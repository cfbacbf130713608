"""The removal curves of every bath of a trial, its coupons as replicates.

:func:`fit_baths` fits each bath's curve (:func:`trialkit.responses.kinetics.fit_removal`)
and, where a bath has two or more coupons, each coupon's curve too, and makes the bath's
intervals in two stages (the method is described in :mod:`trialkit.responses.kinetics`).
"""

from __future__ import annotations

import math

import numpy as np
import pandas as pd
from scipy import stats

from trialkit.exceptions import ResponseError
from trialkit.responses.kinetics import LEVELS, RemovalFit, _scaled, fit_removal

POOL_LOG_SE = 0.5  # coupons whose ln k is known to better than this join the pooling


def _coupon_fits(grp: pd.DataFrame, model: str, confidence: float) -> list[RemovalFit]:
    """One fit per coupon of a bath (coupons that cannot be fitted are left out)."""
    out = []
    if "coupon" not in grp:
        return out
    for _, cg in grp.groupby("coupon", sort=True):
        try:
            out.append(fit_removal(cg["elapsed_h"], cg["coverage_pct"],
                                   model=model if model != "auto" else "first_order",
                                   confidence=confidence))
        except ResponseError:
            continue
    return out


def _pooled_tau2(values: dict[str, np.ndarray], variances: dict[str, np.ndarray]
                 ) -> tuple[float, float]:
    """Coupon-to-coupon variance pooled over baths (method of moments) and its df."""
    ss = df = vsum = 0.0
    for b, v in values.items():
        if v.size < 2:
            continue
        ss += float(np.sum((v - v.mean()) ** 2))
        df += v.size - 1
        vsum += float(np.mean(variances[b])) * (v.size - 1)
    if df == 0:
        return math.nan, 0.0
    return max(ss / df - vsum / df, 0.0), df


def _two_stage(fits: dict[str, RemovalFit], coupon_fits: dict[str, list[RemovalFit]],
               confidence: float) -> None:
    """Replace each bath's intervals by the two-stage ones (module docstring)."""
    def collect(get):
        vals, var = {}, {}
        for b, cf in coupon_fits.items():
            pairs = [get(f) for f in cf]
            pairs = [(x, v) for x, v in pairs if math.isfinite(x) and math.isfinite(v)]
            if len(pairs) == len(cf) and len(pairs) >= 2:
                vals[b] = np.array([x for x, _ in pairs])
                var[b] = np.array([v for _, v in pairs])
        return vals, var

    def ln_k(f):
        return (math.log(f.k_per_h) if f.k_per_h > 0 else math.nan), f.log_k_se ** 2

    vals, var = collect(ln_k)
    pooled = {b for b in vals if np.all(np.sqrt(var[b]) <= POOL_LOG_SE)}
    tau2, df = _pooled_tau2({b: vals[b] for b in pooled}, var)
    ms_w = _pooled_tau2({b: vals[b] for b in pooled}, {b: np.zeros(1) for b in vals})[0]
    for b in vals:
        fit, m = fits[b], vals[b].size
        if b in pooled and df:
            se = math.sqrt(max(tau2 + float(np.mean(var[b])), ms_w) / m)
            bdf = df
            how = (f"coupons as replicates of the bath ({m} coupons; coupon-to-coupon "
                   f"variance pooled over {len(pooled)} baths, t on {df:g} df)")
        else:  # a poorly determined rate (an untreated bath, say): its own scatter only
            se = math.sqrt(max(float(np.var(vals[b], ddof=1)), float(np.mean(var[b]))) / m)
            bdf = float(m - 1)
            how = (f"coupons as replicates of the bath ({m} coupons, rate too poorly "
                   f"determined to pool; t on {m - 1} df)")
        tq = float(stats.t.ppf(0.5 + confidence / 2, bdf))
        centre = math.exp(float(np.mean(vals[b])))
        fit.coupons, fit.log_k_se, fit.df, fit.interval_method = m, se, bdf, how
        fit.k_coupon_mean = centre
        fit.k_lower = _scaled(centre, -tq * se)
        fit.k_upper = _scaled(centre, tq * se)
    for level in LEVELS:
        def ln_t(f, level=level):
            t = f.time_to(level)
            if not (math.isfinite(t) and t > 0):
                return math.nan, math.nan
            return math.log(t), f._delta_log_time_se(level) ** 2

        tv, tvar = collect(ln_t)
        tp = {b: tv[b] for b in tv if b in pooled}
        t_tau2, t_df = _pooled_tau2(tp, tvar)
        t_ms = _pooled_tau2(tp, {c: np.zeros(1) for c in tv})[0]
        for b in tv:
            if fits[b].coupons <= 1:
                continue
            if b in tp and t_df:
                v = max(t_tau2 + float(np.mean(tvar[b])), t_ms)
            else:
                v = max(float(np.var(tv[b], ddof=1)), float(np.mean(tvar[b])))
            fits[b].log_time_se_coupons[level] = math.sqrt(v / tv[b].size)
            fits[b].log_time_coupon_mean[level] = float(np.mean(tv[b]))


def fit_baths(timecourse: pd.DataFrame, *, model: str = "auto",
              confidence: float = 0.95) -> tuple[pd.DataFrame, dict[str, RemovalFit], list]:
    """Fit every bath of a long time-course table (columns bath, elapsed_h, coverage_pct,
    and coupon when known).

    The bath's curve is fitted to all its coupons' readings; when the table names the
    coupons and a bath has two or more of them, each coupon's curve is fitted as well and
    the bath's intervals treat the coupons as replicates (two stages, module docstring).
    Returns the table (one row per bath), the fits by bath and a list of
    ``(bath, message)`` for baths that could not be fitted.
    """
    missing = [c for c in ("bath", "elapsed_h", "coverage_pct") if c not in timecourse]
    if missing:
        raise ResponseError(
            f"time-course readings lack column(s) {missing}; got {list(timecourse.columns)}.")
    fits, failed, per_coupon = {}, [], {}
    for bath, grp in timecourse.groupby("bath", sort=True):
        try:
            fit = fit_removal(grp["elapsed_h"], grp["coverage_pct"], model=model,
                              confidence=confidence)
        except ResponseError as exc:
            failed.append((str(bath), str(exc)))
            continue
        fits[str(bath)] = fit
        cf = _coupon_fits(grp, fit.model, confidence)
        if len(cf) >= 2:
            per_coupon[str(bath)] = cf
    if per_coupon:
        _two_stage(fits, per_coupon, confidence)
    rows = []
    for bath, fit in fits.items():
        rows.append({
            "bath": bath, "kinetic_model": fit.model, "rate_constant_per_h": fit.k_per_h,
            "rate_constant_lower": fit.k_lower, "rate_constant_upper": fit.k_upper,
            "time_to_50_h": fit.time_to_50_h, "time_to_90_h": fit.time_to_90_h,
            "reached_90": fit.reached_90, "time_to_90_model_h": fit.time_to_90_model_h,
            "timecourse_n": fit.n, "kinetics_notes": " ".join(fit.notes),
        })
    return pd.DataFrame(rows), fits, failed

•••

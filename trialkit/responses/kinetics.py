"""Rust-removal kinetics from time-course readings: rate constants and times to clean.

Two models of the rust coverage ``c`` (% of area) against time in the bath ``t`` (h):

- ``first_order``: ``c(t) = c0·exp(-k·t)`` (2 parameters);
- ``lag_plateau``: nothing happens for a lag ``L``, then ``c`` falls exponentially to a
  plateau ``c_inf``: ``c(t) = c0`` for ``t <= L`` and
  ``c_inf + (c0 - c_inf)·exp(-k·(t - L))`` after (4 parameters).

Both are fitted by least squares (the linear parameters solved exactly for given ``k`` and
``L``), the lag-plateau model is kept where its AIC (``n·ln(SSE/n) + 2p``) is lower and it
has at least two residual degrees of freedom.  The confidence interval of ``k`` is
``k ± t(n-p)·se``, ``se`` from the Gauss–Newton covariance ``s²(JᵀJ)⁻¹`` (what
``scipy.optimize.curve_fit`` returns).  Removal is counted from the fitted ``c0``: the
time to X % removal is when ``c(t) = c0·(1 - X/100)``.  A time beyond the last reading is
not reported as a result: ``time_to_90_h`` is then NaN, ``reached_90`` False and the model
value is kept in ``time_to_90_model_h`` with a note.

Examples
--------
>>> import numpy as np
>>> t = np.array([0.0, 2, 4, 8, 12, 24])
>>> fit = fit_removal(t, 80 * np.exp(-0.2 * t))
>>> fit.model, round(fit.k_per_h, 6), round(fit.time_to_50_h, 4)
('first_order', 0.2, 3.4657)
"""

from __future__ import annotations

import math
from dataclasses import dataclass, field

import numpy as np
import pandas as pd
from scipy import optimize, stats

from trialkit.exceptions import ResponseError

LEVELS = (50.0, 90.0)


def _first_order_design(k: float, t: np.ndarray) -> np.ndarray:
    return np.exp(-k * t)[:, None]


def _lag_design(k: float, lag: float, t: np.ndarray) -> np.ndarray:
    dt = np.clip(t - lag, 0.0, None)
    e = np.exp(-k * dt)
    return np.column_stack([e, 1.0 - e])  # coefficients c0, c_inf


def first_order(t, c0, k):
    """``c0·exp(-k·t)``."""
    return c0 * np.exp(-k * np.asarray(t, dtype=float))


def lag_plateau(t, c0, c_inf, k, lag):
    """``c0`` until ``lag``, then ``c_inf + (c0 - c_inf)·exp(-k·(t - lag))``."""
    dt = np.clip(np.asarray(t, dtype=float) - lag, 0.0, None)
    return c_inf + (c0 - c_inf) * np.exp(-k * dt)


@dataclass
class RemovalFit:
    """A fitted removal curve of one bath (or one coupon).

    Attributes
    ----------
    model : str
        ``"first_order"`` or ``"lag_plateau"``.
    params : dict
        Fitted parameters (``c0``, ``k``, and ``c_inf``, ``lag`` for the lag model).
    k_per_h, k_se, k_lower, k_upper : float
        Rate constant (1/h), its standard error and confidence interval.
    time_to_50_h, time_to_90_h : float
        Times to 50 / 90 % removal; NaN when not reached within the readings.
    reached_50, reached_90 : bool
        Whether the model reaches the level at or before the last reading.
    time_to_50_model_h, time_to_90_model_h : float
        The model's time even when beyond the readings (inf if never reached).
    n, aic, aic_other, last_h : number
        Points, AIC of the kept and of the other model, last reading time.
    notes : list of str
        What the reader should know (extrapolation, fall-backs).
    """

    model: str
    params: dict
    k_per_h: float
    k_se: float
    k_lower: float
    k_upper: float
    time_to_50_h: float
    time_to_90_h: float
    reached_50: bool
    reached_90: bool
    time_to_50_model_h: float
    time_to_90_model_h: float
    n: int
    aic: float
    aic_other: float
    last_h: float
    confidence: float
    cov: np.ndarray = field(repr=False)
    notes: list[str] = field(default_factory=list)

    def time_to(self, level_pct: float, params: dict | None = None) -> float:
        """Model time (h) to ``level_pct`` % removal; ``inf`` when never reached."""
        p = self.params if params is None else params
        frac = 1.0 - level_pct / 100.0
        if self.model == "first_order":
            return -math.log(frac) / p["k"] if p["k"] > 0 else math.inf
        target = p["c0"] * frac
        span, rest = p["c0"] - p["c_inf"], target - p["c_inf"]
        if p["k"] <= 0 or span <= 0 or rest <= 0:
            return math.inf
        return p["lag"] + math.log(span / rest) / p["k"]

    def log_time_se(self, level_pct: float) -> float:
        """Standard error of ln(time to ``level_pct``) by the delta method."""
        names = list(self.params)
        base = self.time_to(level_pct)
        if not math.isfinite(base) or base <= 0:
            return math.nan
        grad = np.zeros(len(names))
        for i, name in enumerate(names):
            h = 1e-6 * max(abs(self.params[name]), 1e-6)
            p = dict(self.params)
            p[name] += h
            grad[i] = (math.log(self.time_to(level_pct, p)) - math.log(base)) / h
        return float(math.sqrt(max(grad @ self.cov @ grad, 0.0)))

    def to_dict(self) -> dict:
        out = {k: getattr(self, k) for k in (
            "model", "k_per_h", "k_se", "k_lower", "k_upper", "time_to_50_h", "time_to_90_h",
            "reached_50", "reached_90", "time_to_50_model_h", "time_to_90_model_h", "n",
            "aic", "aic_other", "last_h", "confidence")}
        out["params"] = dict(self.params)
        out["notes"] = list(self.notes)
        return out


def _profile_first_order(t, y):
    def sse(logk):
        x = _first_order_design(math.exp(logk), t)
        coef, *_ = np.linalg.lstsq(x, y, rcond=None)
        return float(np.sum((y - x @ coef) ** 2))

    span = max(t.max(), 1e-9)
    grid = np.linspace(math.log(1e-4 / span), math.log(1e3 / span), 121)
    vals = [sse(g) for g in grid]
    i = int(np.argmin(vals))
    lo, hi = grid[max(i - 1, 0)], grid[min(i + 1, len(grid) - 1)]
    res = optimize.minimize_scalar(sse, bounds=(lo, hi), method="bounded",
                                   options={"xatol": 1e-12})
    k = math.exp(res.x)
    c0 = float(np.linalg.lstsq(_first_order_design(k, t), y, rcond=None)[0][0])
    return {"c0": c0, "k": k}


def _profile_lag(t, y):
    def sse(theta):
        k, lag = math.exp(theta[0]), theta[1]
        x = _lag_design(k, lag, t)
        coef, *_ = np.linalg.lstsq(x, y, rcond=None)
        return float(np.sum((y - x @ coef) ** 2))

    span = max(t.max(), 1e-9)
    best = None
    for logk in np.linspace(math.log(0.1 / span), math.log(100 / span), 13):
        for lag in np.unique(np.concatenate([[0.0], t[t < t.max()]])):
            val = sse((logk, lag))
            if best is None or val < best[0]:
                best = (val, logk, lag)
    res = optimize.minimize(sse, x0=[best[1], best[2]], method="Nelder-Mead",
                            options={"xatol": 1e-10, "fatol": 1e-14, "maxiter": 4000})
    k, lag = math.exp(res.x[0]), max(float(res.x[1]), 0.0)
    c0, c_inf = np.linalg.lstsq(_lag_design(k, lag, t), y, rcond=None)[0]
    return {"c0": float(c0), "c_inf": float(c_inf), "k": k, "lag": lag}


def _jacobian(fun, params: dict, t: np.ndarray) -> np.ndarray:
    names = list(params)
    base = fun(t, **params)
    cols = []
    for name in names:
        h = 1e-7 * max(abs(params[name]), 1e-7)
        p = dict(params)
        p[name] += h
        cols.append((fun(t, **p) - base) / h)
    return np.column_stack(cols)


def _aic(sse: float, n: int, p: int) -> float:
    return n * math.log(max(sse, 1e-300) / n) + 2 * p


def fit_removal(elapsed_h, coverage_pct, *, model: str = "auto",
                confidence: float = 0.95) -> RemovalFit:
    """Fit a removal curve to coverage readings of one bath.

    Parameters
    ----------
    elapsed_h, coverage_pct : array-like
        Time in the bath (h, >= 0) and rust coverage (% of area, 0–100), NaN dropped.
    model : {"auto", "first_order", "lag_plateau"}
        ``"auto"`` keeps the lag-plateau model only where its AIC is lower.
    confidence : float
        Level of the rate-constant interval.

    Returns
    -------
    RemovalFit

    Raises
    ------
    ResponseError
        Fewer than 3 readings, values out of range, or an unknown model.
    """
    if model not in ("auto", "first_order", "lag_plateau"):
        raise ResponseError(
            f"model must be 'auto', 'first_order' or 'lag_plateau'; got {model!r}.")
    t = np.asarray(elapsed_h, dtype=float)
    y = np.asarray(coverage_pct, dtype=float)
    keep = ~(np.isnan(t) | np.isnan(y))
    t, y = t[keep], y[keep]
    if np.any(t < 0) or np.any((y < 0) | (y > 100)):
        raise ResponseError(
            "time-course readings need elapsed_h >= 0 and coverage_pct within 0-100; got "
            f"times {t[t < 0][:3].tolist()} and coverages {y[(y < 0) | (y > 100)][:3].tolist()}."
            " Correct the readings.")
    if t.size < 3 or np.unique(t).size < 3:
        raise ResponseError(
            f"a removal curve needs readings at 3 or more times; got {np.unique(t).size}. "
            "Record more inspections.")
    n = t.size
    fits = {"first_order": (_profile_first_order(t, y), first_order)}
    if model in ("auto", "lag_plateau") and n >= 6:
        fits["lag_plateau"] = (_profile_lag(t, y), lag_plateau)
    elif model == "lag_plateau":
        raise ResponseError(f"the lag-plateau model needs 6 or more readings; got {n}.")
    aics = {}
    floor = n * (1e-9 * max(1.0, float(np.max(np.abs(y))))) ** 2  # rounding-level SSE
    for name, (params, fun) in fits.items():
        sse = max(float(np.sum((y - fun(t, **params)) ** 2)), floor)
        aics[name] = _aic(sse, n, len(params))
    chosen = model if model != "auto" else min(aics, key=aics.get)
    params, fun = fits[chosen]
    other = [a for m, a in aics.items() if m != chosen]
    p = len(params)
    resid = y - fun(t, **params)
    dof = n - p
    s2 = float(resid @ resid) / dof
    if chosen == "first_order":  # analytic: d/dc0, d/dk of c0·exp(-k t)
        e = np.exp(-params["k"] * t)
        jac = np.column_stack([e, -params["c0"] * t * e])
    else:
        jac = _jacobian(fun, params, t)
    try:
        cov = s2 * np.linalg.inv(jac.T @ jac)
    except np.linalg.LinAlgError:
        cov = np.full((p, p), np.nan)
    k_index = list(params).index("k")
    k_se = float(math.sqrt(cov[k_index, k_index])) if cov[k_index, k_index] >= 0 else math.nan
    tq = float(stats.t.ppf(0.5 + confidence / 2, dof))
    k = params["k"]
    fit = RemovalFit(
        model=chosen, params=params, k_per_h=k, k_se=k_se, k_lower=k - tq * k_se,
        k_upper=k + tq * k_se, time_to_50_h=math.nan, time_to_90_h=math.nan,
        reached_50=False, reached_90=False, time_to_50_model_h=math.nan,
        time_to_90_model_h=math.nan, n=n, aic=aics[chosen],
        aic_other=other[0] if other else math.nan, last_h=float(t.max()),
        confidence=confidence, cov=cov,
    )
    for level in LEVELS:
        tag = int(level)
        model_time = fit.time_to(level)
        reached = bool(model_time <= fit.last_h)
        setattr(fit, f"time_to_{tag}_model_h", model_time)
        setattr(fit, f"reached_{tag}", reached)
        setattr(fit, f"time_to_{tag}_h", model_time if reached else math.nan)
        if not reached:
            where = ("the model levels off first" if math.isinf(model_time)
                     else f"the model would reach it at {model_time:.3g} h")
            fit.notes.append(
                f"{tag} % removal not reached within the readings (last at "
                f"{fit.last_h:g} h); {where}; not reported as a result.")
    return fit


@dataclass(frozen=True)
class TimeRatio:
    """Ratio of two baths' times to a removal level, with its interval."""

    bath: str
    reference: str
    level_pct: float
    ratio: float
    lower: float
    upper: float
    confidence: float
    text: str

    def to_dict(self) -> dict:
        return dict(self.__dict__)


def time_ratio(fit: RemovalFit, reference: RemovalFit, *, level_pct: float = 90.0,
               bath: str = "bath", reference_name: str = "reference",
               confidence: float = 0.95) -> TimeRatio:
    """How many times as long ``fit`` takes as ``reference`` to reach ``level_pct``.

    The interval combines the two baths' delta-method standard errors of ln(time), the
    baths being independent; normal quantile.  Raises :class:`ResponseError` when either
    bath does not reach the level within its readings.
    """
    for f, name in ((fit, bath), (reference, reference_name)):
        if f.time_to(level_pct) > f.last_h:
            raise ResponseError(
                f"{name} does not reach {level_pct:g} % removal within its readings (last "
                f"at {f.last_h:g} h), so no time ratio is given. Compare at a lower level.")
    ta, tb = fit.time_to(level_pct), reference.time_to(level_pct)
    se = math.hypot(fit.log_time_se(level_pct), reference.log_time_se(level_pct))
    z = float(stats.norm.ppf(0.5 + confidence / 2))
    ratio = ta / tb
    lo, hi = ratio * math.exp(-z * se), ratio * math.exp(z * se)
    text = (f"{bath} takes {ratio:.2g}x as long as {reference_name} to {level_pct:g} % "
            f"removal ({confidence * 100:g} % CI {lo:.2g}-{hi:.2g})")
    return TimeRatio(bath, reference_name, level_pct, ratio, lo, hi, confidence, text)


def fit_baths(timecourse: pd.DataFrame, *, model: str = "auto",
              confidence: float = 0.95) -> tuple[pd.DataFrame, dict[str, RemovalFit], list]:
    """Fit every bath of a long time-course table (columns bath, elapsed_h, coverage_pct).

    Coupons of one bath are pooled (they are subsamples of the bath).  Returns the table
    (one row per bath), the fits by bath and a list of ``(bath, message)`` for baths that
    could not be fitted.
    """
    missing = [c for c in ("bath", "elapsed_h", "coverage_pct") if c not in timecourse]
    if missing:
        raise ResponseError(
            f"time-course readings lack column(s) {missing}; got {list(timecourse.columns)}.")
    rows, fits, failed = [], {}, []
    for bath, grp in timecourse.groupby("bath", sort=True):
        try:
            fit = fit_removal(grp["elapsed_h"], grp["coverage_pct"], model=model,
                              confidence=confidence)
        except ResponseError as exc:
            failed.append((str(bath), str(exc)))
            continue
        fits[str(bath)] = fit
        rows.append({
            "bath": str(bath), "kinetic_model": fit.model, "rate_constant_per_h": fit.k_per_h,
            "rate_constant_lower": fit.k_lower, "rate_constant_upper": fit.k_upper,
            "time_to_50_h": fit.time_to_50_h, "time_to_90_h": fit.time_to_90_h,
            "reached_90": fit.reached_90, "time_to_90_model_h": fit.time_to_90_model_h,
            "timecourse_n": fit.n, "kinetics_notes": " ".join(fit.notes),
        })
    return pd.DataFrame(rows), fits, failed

•••

Out of the entries, report each line that contains the word "kept".

``L``), the lag-plateau model is kept where its AIC (``n·ln(SSE/n) + 2p``) is lower and it
value is kept in ``time_to_90_model_h`` with a note.
        Points, AIC of the kept and of the other model, last reading time.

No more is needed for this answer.